__What the task asks__
Gather all lines in the records below that include the word "across".
◆ ◆ ◆ ◆ ◆ ◆ ◆
#include "wavefount/timing/pooled_shape.h"

#include <algorithm>
#include <array>
#include <cmath>
#include <map>
#include <numeric>

namespace wavefount {

namespace {

// The lattice of shapes: each step a factor of 2^(1/8). Diffusion of proteins in cytoplasm lies
// between 1 and 100 µm²/s; ten times more stands for mixing by flow, and lets the permeabilisation
// alone shape the fall. Permeabilisation takes from 0.1 s, as good as none, to some minutes.
constexpr double steps_per_octave = 8;
constexpr double least_diffusion = 0.5 * 60;         // µm²/min
constexpr double least_permeabilisation = 0.1 / 60;  // min
constexpr int diffusion_steps = 88;                  // to 1000 µm²/s
constexpr int permeabilisation_steps = 88;           // to 3.4 min
constexpr int coarse_step = 16;
// One fall cannot say more against a shape than this much in log likelihood.
constexpr double highest_say = 12;
// A lattice step that changes the log evidence by this much or less is small enough to average
// over.
constexpr double small_change = 1;
constexpr double least_weight = 0.005;
constexpr std::size_t most_shapes = 16;

struct Node {
  int kind = 0, diffusion = 0, permeabilisation = 0;
  auto operator<=>(const Node&) const = default;
};

ReleaseShape shape_of(const Node& node) {
  ReleaseShape shape;
  shape.kind = node.kind == 0 ? Permeabilisation::exponential : Permeabilisation::linear;
  shape.diffusion_um2_per_min = least_diffusion * std::exp2(node.diffusion / steps_per_octave);
  shape.permeabilisation_min =
      least_permeabilisation * std::exp2(node.permeabilisation / steps_per_octave);
  return shape;
}

bool on_lattice(const Node& node) {
  return node.diffusion >= 0 && node.diffusion <= diffusion_steps && node.permeabilisation >= 0 &&
         node.permeabilisation <= permeabilisation_steps;
}

class Search {
 public:
  Search(std::vector<const FallWindow*> windows, const Surroundings& surroundings)
      : windows_(std::move(windows)), surroundings_(surroundings) {}

  PooledShape run() {
    std::vector<Node> coarse;
    for (int kind = 0; kind < 2; ++kind)
      for (int d = 0; d <= diffusion_steps; d += coarse_step)
        for (int p = 0; p <= permeabilisation_steps; p += coarse_step)
          coarse.push_back({kind, d, p});
    best_.assign(windows_.size(), -INFINITY);
    for (const auto& node : coarse) {
      const auto& own = evidence(node);
      for (std::size_t i = 0; i < own.size(); ++i) best_[i] = std::max(best_[i], own[i]);
    }
    std::map<Node, double> posterior;
    for (int kind = 0; kind < 2; ++kind) spread_around(climb(best_of(coarse, kind)), posterior);
    return normalised(posterior);
  }

 private:
  const std::vector<double>& evidence(const Node& node) {
    const auto known = cache_.find(node);
    if (known != cache_.end()) return known->second;
    std::vector<double> values;
    for (const auto* window : windows_)
      values.push_back(onset_likelihood(*window, curve_for(*window, shape_of(node), surroundings_))
                           .log_evidence());
    return cache_[node] = std::move(values);
  }

  double score(const Node& node) {
    if (!on_lattice(node)) return -INFINITY;
    const auto& own = evidence(node);
    double sum = 0;
    for (std::size_t i = 0; i < own.size(); ++i) sum += std::max(own[i] - best_[i], -highest_say);
    return sum;
  }

  Node best_of(const std::vector<Node>& nodes, int kind) {
    Node best;
    double highest = -INFINITY;
    for (const auto& node : nodes)
      if (node.kind == kind && score(node) > highest) {
        highest = score(node);
        best = node;
      }
    return best;
  }

  // Pattern search (Hooke & Jeeves 1961) with the diagonals, along which the two trade off.
  Node climb(Node node) {
    constexpr std::array<std::array<int, 2>, 8> moves{
        {{1, 0}, {-1, 0}, {0, 1}, {0, -1}, {1, 1}, {-1, -1}, {1, -1}, {-1, 1}}};
    for (int step = coarse_step / 2; step >= 1; step /= 2)
      for (bool moved = true; moved;) {
        moved = false;
        Node better = node;
        for (const auto& move : moves) {
          const Node trial{node.kind, node.diffusion + move[0] * step,
                           node.permeabilisation + move[1] * step};
          if (score(trial) > score(better)) better = trial;
        }
        if (better != node) {
          node = better;
          moved = true;
        }
      }
    return node;
  }

  // The step along one axis over which the evidence changes little.
  int step_along(const Node& node, int diffusion, int permeabilisation) {
    int step = 1;
    for (; step < coarse_step; step *= 2) {
      double change = INFINITY;
      for (const int side : {-2 * step, 2 * step}) {
        const double there = score({node.kind, node.diffusion + diffusion * side,
                                    node.permeabilisation + permeabilisation * side});
        if (std::isfinite(there)) change = std::min(change, score(node) - there);
      }
      if (change > small_change) break;
    }
    return step;
  }

  void spread_around(const Node& node, std::map<Node, double>& posterior) {
    const int along = step_along(node, 1, 0), across = step_along(node, 0, 1);
    for (int d = -2; d <= 2; ++d)
      for (int p = -2; p <= 2; ++p) {
        const Node near{node.kind, node.diffusion + d * along, node.permeabilisation + p * across};
        if (on_lattice(near)) posterior[near] = score(near) + std::log(along * across);
      }
  }

  static PooledShape normalised(const std::map<Node, double>& posterior) {
    double highest = -INFINITY;
    for (const auto& [node, value] : posterior) highest = std::max(highest, value);
    PooledShape pooled;
    for (const auto& [node, value] : posterior)
      if (std::exp(value - highest) >= least_weight)
        pooled.shapes.push_back({shape_of(node), std::exp(value - highest)});
    std::stable_sort(pooled.shapes.begin(), pooled.shapes.end(),
                     [](const auto& a, const auto& b) { return a.weight > b.weight; });
    if (pooled.shapes.size() > most_shapes) pooled.shapes.resize(most_shapes);
    double sum = 0;
    for (const auto& one : pooled.shapes) sum += one.weight;
    for (auto& one : pooled.shapes) one.weight /= sum;
    return pooled;
  }

  std::vector<const FallWindow*> windows_;
  Surroundings surroundings_;
  std::map<Node, std::vector<double>> cache_;
  std::vector<double> best_;
};

double signal_to_noise(const FallWindow& window) {
  double variance = 0;
  for (const auto& sample : window.samples) variance += sample.variance;
  variance /= static_cast<double>(window.samples.size());
  return std::abs(window.level - window.base) / std::sqrt(variance);
}

std::vector<const FallWindow*> clearest(const std::vector<FallWindow>& windows, int most) {
  std::vector<const FallWindow*> chosen;
  for (const auto& window : windows) chosen.push_back(&window);
  std::stable_sort(chosen.begin(), chosen.end(), [](const auto* a, const auto* b) {
    return signal_to_noise(*a) > signal_to_noise(*b);
  });
  if (static_cast<int>(chosen.size()) > most) chosen.resize(most);
  return chosen;
}

}  // namespace

PooledShape pool_shape(const std::vector<FallWindow>& windows, const Surroundings& surroundings,
                       int most_falls) {
  if (windows.empty())
    return {{{shape_of({0, diffusion_steps / 2, permeabilisation_steps / 2}), 1.0}}};
  return Search(clearest(windows, most_falls), surroundings).run();
}

}  // namespace wavefount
◆ ◆ ◆ ◆ ◆ ◆ ◆
__Task output__
    const int along = step_along(node, 1, 0), across = step_along(node, 0, 1);
        const Node near{node.kind, node.diffusion + d * along, node.permeabilisation + p * across};
        if (on_lattice(near)) posterior[near] = score(near) + std::log(along * across);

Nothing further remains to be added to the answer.